Il Centro culturale Gli scritti (22/6/2014)
Il David di Michelangelo che i fiorentini videro svelato sulla Piazza della Signoria l’8 settembre dell’anno di Cristo 1504, è la suprema icona della città. Per la prima volta dal tempo dei Greci e dei Romani, un uomo nudo grande cinque volte il vero occupava da protagonista il cuore simbolico di una capitale.

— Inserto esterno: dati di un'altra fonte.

"""Tests for skyplan.inputs.limits: the spec table, the one validator, origins in messages.

References: the twilight levels (−6°, −12°, −18° for the Sun's centre) from the Explanatory
Supplement to the Astronomical Almanac, 3rd ed. 2013, §15.3; the rise/set altitude −0°34′ from
Meeus 1998, Astronomical Algorithms, ch. 15.  Ranges and defaults are the documented ones
(docs/sites.md, the options' help).
"""

from __future__ import annotations

import datetime as dt
from pathlib import Path

import pytest

from skyplan import defaults
from skyplan.cli.app import main
from skyplan.engine import night, windows
from skyplan.errors import InputError, InputErrors
from skyplan.inputs import limits
from skyplan.inputs.limits import SPECS, Given, Limits, Origin, build_limits, check_limits
from skyplan.inputs.sites import check_sites_file, load_sites, load_sites_file, site_to_toml


def run(capsys, *args: str) -> tuple[int, str, str]:
    try:
        main(list(args))
        code = 0
    except SystemExit as exc:
        code = int(exc.code or 0)
    out, err = capsys.readouterr()
    return code, out, err


def sites_file(tmp_path: Path, limit_lines: str) -> Path:
    path = tmp_path / "mine.toml"
    path.write_text('[site.a]\nlatitude = 40\nlongitude = -3\nzone = "Europe/Madrid"\n\n'
                    f"[site.a.limits]\n{limit_lines}\n")
    return path


# --------------------------------------------------------------------------- constants


def test_twilight_levels_and_rise_set_altitude_are_defined_once() -> None:
    # Explanatory Supplement 2013, §15.3: civil −6°, nautical −12°, astronomical −18°
    assert dict(defaults.TWILIGHT_SUN_ALT_DEG) == {
        "civil": -6.0, "nautical": -12.0, "astronomical": -18.0}
    # Meeus 1998, ch. 15: h0 = −0°34′ for a star
    assert defaults.RISE_SET_ALT_DEG == pytest.approx(-0.5666667, abs=1e-7)
    assert night.TWILIGHTS is defaults.TWILIGHT_SUN_ALT_DEG is limits.TWILIGHTS
    assert night.REFRACTION_HORIZON_DEG == windows.RISE_SET_ALT_DEG == defaults.RISE_SET_ALT_DEG


def test_default_limits_are_the_documented_ones() -> None:
    lim = Limits()
    assert (lim.min_alt_deg, lim.max_airmass, lim.sun_gap_deg, lim.moon_gap_deg) == (
        20.0, None, 15.0, 0.0)
    assert (lim.dark_label, lim.dark_sun_alt_deg) == ("astronomical", -18.0)
    assert (lim.airmass_model, lim.refraction_model) == ("kasten-young", "bennett")
    assert build_limits({}) == lim == limits.limits_from({})


def test_every_spec_default_passes_its_own_check() -> None:
    given = {key: Given(spec.default, Origin(field=key)) for key, spec in SPECS.items()
             if spec.default is not None}
    assert set(check_limits(given)) == set(given)


def test_options_are_named_from_the_spec_table() -> None:
    assert {spec.arg for spec in SPECS.values()} == {
        "min_alt", "max_alt", "max_airmass", "dark", "moon_gap", "sun_gap", "ha_range",
        "dec_range", "between", "no_horizon_profile", "airmass_model", "refraction"}
    assert limits.FILE_KEYS == ("min_alt_deg", "max_alt_deg", "max_airmass", "dark",
                                "moon_gap_deg", "sun_gap_deg", "ha_range_h", "dec_range_deg")
    assert SPECS["min_alt_deg"].option_help() == (
        "Minimum apparent altitude in degrees (at least -5° and below 90°; default: 20).")


# --------------------------------------------------------------------------- the reported bug


def test_a_bad_site_file_limit_names_the_file_line_and_key(tmp_path: Path) -> None:
    path = sites_file(tmp_path, "max_airmass = 2\nmin_alt_deg = -30")
    (problem,) = check_sites_file(path)
    assert (problem.file, problem.line) == (str(path), 8)
    assert problem.field == "site.a.limits.min_alt_deg"
    assert "--min-alt" not in str(problem)
    with pytest.raises(InputError, match=r"mine\.toml:8, field 'site\.a\.limits\.min_alt_deg'"):
        load_sites_file(path)


def test_a_bad_site_file_limit_exits_2_without_naming_an_option(capsys, tmp_path) -> None:
    path = sites_file(tmp_path, "min_alt_deg = -30")
    code, out, err = run(capsys, "windows", "--demo", "--site", "a", "--sites-file", str(path))
    assert (code, out) == (2, "")
    (line,) = err.strip().splitlines()
    assert f"{path}:7" in line and "min_alt_deg" in line and "-30" in line
    assert "--min-alt" not in line


def test_the_same_value_from_the_option_names_the_option(capsys) -> None:
    code, out, err = run(capsys, "windows", "--demo", "--min-alt", "-30")
    assert (code, out) == (2, "")
    (line,) = err.strip().splitlines()
    assert "field '--min-alt'" in line and "-30" in line and ".toml" not in line


# (key in the sites file, option, a value inside the range, a value outside it)
BOUNDS = [
    ("min_alt_deg", "min_alt", -5.0, -5.01),
    ("min_alt_deg", "min_alt", 89.99, 90.0),
    ("max_alt_deg", "max_alt", 90.0, 90.5),
    ("max_alt_deg", "max_alt", 45.0, 0.0),
    ("max_airmass", "max_airmass", 40.0, 40.01),
    ("max_airmass", "max_airmass", 1.001, 1.0),
    ("moon_gap_deg", "moon_gap", 0.0, -0.1),
    ("moon_gap_deg", "moon_gap", 180.0, 180.1),
    ("sun_gap_deg", "sun_gap", 180.0, 181.0),
    ("dark", "dark", -90.0, -90.5),
    ("dark", "dark", 0.0, 0.5),
]


@pytest.mark.parametrize(("key", "arg", "good", "bad"), BOUNDS)
def test_the_file_and_the_option_accept_the_same_range(tmp_path, key, arg, good, bad) -> None:
    assert check_sites_file(sites_file(tmp_path, f"{key} = {good!r}")) == []
    build_limits({}, **{arg: good})
    (problem,) = check_sites_file(sites_file(tmp_path, f"{key} = {bad!r}"))
    assert problem.field == f"site.a.limits.{key}" and problem.line == 7
    with pytest.raises(InputError) as caught:
        build_limits({}, **{arg: bad})
    assert caught.value.field == SPECS[key].option
    assert caught.value.message == problem.message  # one validator, one message


@pytest.mark.parametrize(("key", "arg", "good", "bad"), [
    ("ha_range_h", "ha_range", [-12, 12], [-12.5, 0]),
    ("dec_range_deg", "dec_range", [-90, 90], [0, 91]),
])
def test_ranges_from_the_file_and_the_option(tmp_path, key, arg, good, bad) -> None:
    assert check_sites_file(sites_file(tmp_path, f"{key} = {good}")) == []
    (problem,) = check_sites_file(sites_file(tmp_path, f"{key} = {bad}"))
    with pytest.raises(InputError) as caught:
        build_limits({}, **{arg: f"{bad[0]},{bad[1]}"})
    assert caught.value.message == problem.message


# --------------------------------------------------------------------------- origins


def test_the_option_wins_over_the_site_and_the_site_over_the_default(tmp_path) -> None:
    site = load_sites(sites_file(tmp_path, 'min_alt_deg = 30\ndark = "civil"'))["a"]
    assert site.limit_origins["dark"] == Origin(
        field="site.a.limits.dark", file=str(tmp_path / "mine.toml"), line=8)
    lim = build_limits(site.limits, origins=site.limit_origins, min_alt=25)
    assert (lim.min_alt_deg, lim.dark_label, lim.dark_sun_alt_deg) == (25.0, "civil", -6.0)
    assert lim.sun_gap_deg == defaults.SUN_GAP_DEG


def test_a_site_value_is_reported_at_its_origin() -> None:
    where = Origin(field="site.x.limits.moon_gap_deg", file="s.toml", line=12)
    with pytest.raises(InputError) as caught:
        build_limits({"moon_gap_deg": 200}, origins={"moon_gap_deg": where})
    assert (caught.value.file, caught.value.line, caught.value.field) == (
        "s.toml", 12, "site.x.limits.moon_gap_deg")
    with pytest.raises(InputError) as caught:
        build_limits({"moon_gap_deg": 200})  # a site made in Python: named by its key
    assert (caught.value.file, caught.value.field) == (None, "moon_gap_deg")


def test_every_bad_value_is_reported_at_once() -> None:
    given = {"min_alt_deg": Given(95, Origin("--min-alt")),
             "dark": Given("dusky", Origin("--dark")),
             "sun_gap_deg": Given(10, Origin("--sun-gap"))}
    with pytest.raises(InputErrors) as caught:
        check_limits(given)
    assert [p.field for p in caught.value.problems] == ["--min-alt", "--dark"]


def test_unknown_keys_and_options() -> None:
    with pytest.raises(InputError, match="unknown limit 'min_alt'"):
        check_limits({"min_alt": Given(20, Origin("min_alt"))})
    with pytest.raises(TypeError, match="min_altitude"):
        build_limits({}, min_altitude=20)


# --------------------------------------------------------------------------- each kind


@pytest.mark.parametrize(("given", "label", "alt"), [
    ("Nautical", "nautical", -12.0),
    (" none ", "none", None),
    ("off", "none", None),
    ("-9", "sun below -9°", -9.0),
    (-15, "sun below -15°", -15.0),
])
def test_darkness(given, label, alt) -> None:
    lim = build_limits({}, dark=given)
    assert (lim.dark_label, lim.dark_sun_alt_deg) == (label, alt)


@pytest.mark.parametrize("text", ["-4.5,4.5", "-4.5:4.5", "-4.5..4.5", " -4.5 , 4.5 "])
def test_range_texts(text: str) -> None:
    assert build_limits({}, ha_range=text).ha_range_h == (-4.5, 4.5)


@pytest.mark.parametrize(("text", "fragment"), [
    ("3,1", "min below max"),
    ("1,2,3", "as a range MIN,MAX"),
    ("nan,1", "as a range MIN,MAX"),
    ("-13,1", "hour angle minimum -13 h"),
])
def test_bad_range_texts(text: str, fragment: str) -> None:
    with pytest.raises(InputError) as caught:
        build_limits({}, ha_range=text)
    assert caught.value.field == "--ha-range" and fragment in caught.value.message


def test_clock_range() -> None:
    assert build_limits({}, between="20:00-02:30").between_local == (dt.time(20), dt.time(2, 30))
    for text, fragment in (("20:00-20:00", "same time"), ("20:00+01:00-22:00", "offset"),
                           ("8pm-2am", "clock range")):
        with pytest.raises(InputError, match=fragment) as caught:
            build_limits({}, between=text)
        assert caught.value.field == "--between"


def test_models_and_flag() -> None:
    lim = build_limits({}, airmass_model="pickering", refraction="erfa", no_horizon_profile=True)
    assert (lim.airmass_model, lim.refraction_model, lim.use_horizon_profile) == (
        "pickering", "erfa", False)
    assert build_limits({}, no_horizon_profile=False).use_horizon_profile is True
    with pytest.raises(InputError, match="kasten-young, pickering, secz") as caught:
        build_limits({}, airmass_model="young")
    assert caught.value.field == "--airmass-model"
    with pytest.raises(InputError) as caught:
        build_limits({}, refraction="saemundsson")
    assert caught.value.field == "--refraction"


def test_numbers_must_be_finite_numbers() -> None:
    for value in (float("nan"), float("inf"), True, "20"):
        with pytest.raises(InputError, match="number") as caught:
            build_limits({}, min_alt=value)
        assert caught.value.field == "--min-alt"


def test_no_darkness_in_a_sites_file_round_trips(tmp_path: Path) -> None:
    site = load_sites(sites_file(tmp_path, 'dark = "none"'))["a"]
    assert site.limits == {"dark": "none"}
    copy = tmp_path / "copy.toml"
    copy.write_text(site_to_toml(site))
    assert load_sites(copy)["a"].limits == {"dark": "none"}
    assert build_limits(site.limits).dark_sun_alt_deg is None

Per capire l’eccezionalità di quella scultura è necessario cominciare da Giorgio Vasari. La prima argomentazione e la più efficace è la sua. Il David – dice il Vasari – è la statua della vittoria. Con quest’opera Michelangelo ha vinto gli antichi. Non ci sono più né Fidia né Policleto. Il David esaurisce l’idea stessa di statua. «E certo chi vede questa non deve curarsi di vedere altra opera di scultura fatta nei nostri tempi o negli altri da qualsivoglia artefice». Così lo storico aretino. Tradotta in formula turistica attuale la sentenza vuol dire: il David è la statua più bella del mondo, non si può essere più bravi di così, non si può non venire a vederla.
Quanto quel giudizio abbia funzionato lo dimostrano le file di turisti perennemente in coda al Museo dell’Accademia, dove il David si trova dal 1873 dopo la sostituzione con una copia sul sagrato di Palazzo Vecchio. In realtà, nel suo veloce sintetico commento, Giorgio Vasari dice una cosa ancora più importante. Dice che il gigante scolpito da Michelangelo è la prima statua “moderna”. Dice che gli Antichi sono stati superati e sconfitti. Dice che la “nostra” storia dell’arte incomincia da qui, dal “colosso” che nel settembre del 1504 i fiorentini videro splendere nella Piazza dei Signori.
Ma perché questa sentenza così perentoria e tuttavia, per molti aspetti, così vera? In cosa consiste la “modernità” del David, la sua discontinuità rispetto al prima, il suo essere, in un certo senso, un’opera d’avanguardia? Io credo che la modernità del David consista nel fatto che per la prima volta i valori spirituali (pensiero, intelletto, volontà, anima, idee) diventano protagonisti esclusivi di una rappresentazione artistica.
Per intendere la rivoluzionaria novità del capolavoro michelangiolesco consideriamo l’iconografia. Nella tradizione fiorentina, e non solo in quella, il David era sempre stato rappresentato in relazione con il suo antagonista Golia e, di norma, al termine del duello vittorioso, con la testa del nemico decollato deposta, come un macabro trofeo, ai suoi piedi.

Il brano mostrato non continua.